Pemerintah Jokowi siapkan Rp 8 triliun bayar gaji ke-13 dan THR PNS
Merdeka.com - Pemerintah Jokowi-JK pada Juli nanti berencana akan mencairkan dana gaji ke-13 dan Tunjangan Hari Raya (THR) untuk semua Pegawai Negeri Sipil (PNS) di Tanah Air. Pencairan dana masih menunggu aturan berupa Peraturan Pemerintah (PP) yang belum ditandatangani Jokowi.
Direktur Jenderal Anggaran Kementerian Keuangan, Askolani mengatakan, dana yang diajukan Kementerian Pendayagunaan Aparatur Negara dan Reformasi Birokrasi untuk membayar gaji ke-13 dan THR PNS mencapai Rp 8 triliun.
"Dana sekitar Rp 7 triliun sampai Rp 8 triliun," kata Askolani kepada merdeka.com di Jakarta, Selasa (17/5).
Meski demikian, Peraturan Pemerintah soal pencairan masih dalam proses. Terkait waktu pencairan, menurut Askolani tidak dalam waktu bersamaan.
"Waktu pemberiannya kemungkinan tidak bersamaan, karena tujuan pemberiannya berbeda.

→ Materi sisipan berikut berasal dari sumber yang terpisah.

"""``panelkit price``: what given marker lists cost, without expression data."""

from pathlib import Path

import click

from panelkit.cli.price_screen import show_answer
from panelkit.cli.screen import show_json
from panelkit.config import FAMILY_PRESETS, PRICING
from panelkit.errors import UsageError
from panelkit.workflow import (
    PriceRequest,
    PriceSource,
    price_content,
    price_panels,
    write_prices,
)

__all__ = ["command"]

FILE = click.Path(path_type=Path)


def _pairs(_ctx: object, option: click.Parameter, values: tuple[str, ...]) -> object:
    """Read KEY=VALUE; the value may hold further signs of equality."""
    pairs = []
    for text in values:
        key, sign, value = text.partition("=")
        if not sign or not key.strip() or not value.strip():
            raise UsageError(
                code="setting-unreadable",
                where=f"{option.opts[0]} {text}",
                what=f"this sets no key to a value (got {text!r})",
                accepted="KEY=VALUE, such as samples=2000 or run_cost=35.00",
                next_step="Write the key, the sign = and the value without blanks",
            )
        pairs.append((key.strip(), value.strip()))
    return tuple(pairs)


def _lists(_ctx: object, option: click.Parameter, values: tuple[str, ...]) -> object:
    pairs = _pairs(_ctx, option, values)
    assert isinstance(pairs, tuple)
    return tuple((key, tuple(value.split(","))) for key, value in pairs)


@click.command("price")
@click.argument("markers", nargs=-1, required=True)
@click.option(
    "--from",
    "file",
    type=FILE,
    metavar="FILE",
    help="Programme, platforms and kits (TOML), or a study file.",
)
@click.option("--prices", type=FILE, metavar="FILE", help="Price list (CSV).")
@click.option(
    "--conflicts",
    type=FILE,
    metavar="FILE",
    help="Pairs of markers that must be kept apart (CSV).",
)
@click.option(
    "--family",
    type=click.Choice(list(FAMILY_PRESETS)),
    help="Without files: family of assays, for its usual geometry.",
)
@click.option("--samples", type=click.IntRange(1, 10**9), help="Results wanted.")
@click.option("--currency", metavar="CODE", help="Without files: such as EUR.")
@click.option("--reaction", metavar="PRICE", help="Without files: of one reaction.")
@click.option(
    "--development",
    metavar="PRICE",
    help="Without files: one-off cost of one marker.  [none]",
)
@click.option(
    "--set",
    "settings",
    multiple=True,
    callback=_pairs,
    metavar="KEY=VALUE",
    help="Set a key of the programme or of platforms (NAME.KEY for one).",
)
@click.option(
    "--platform",
    "platforms",
    multiple=True,
    metavar="NAME",
    help="Only this platform; may be repeated.  [all]",
)
@click.option(
    "--against",
    multiple=True,
    metavar="MARKERS",
    help="Compare with these markers as scenario B; a number takes the "
    "first so many of A.",
)
@click.option(
    "--against-platform",
    multiple=True,
    metavar="NAME",
    help="Compare with this platform as scenario B.",
)
@click.option(
    "--against-set",
    multiple=True,
    callback=_pairs,
    metavar="KEY=VALUE",
    help="Compare with this key set anew as scenario B.",
)
@click.option(
    "--break-even",
    type=click.IntRange(0, 10**6),
    metavar="SAMPLES",
    help="Find every number of samples up to this at which the cheaper "
    "scenario changes; 0 for twice the programme's.",
)
@click.option(
    "--change-cost",
    metavar="PRICE",
    help="One-off cost of going from A to B: months until it is paid.",
)
@click.option(
    "--vary",
    multiple=True,
    callback=_lists,
    metavar="KEY=V1,V2,...",
    help="Price each value of a key: samples, deliveries, replicates.",
)
@click.option(
    "--split",
    is_flag=True,
    help="Look for the cheapest use of several platforms for one panel.",
)
@click.option(
    "--land",
    type=click.IntRange(0, 10**4),
    metavar="K",
    help="How many designs must work: which spares to order; 0 for all.",
)
@click.option(
    "--chance",
    type=click.FloatRange(0, 1, min_open=True),
    default=PRICING.probability,
    show_default=True,
    help="With which probability they must.",
)
@click.option(
    "--spares",
    multiple=True,
    metavar="MARKERS",
    help="Stand-ins.  [those the price list declares, else its others]",
)
@click.option(
    "--out",
    type=FILE,
    metavar="FOLDER",
    help="Write pictures, their numbers and a spreadsheet here.",
)
@click.option("--no-workbook", is_flag=True, help="With --out: no spreadsheet.")
@click.option("--assumptions", is_flag=True, help="Show every value, defaults too.")
@click.option("--json", "as_json", is_flag=True, help="Print the answer as JSON.")
def command(  # noqa: PLR0913 - one parameter an option is how click hands them over
    markers: tuple[str, ...],
    file: Path | None,
    prices: Path | None,
    conflicts: Path | None,
    family: str | None,
    samples: int | None,
    currency: str | None,
    reaction: str | None,
    development: str | None,
    settings: tuple[tuple[str, str], ...],
    platforms: tuple[str, ...],
    against: tuple[str, ...],
    against_platform: tuple[str, ...],
    against_set: tuple[tuple[str, str], ...],
    break_even: int | None,
    change_cost: str | None,
    vary: tuple[tuple[str, tuple[str, ...]], ...],
    split: bool,
    land: int | None,
    chance: float,
    spares: tuple[str, ...],
    out: Path | None,
    no_workbook: bool,
    assumptions: bool,
    as_json: bool,
) -> None:
    """Price MARKERS: names, a file of names, or how many.

    \b
    Four inputs are enough:
      panelkit price 8 --family rt-qpcr --samples 500 --currency EUR --reaction 0.60
    Files know more:
      panelkit price 12 --from programme.toml --prices prices.csv --against 8
    """  # noqa: D301 - click reads this sign as: keep the lines
    source = PriceSource(
        file=file,
        prices=prices,
        conflicts=conflicts,
        family=family,
        samples=samples,
        currency=currency,
        reaction=reaction,
        development=development,
        settings=settings,
        platforms=platforms,
    )
    request = PriceRequest(
        markers=markers,
        source=source,
        against=against,
        against_platforms=against_platform,
        against_settings=against_set,
        compare=bool(against or against_platform or against_set),
        vary=vary,
        break_even=break_even,
        change_cost=change_cost,
        split=split,
        land=land,
        chance=chance,
        spares=spares,
    )
    answer = price_panels(request)
    written = [] if out is None else write_prices(answer, out, workbook=not no_workbook)
    if as_json:
        show_json(price_content(answer))
        return
    show_answer(answer, every_assumption=assumptions)
    if written:
        click.echo(f"Written to {out}: {', '.join(written)}.")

Untuk waktu pastinya menunggu penyelesaian PP-nya dulu, mohon sabar."
Sebelumnya, Kepala Biro Hukum, Komunikasi dan Informasi Publik Kementerian PAN RB, Herman Suryatman memproyeksikan waktu pencairan gaji ke-13 dan THR bersamaan pada Juli nanti. Alasannya, pada Juli nanti kebutuhan masyarakat akan sangat banyak. Pertama untuk kebutuhan Lebaran dan tahun ajaran baru.
"Pencairan mekanisme seperti biasa ke kas daerah dulu. waktunya diproyeksikan Juli, dan rencananya Juli secara bersamaan sebelum Lebaran. Gaji ke-14 untuk membantu biaya hari raya dan gaji ke-13 untuk anak PNS baru masuk sekolah. Masuk sekolah dan lebaran semoga dana ini bisa bermanfaat," ucap Herman dihubungi merdeka.com di Jakarta, Selasa (17/5).
Menurut Herman, dana untuk pembayaran gaji ke-13 dan THR PNS sudah tersedia dan tinggal menunggu Peraturan Pemerintah (PP) untuk segera dicairkan.
"Dananya sudah ada masuk APBN 2016. Kalau PP sudah ada tinggal dieksekusi," katanya.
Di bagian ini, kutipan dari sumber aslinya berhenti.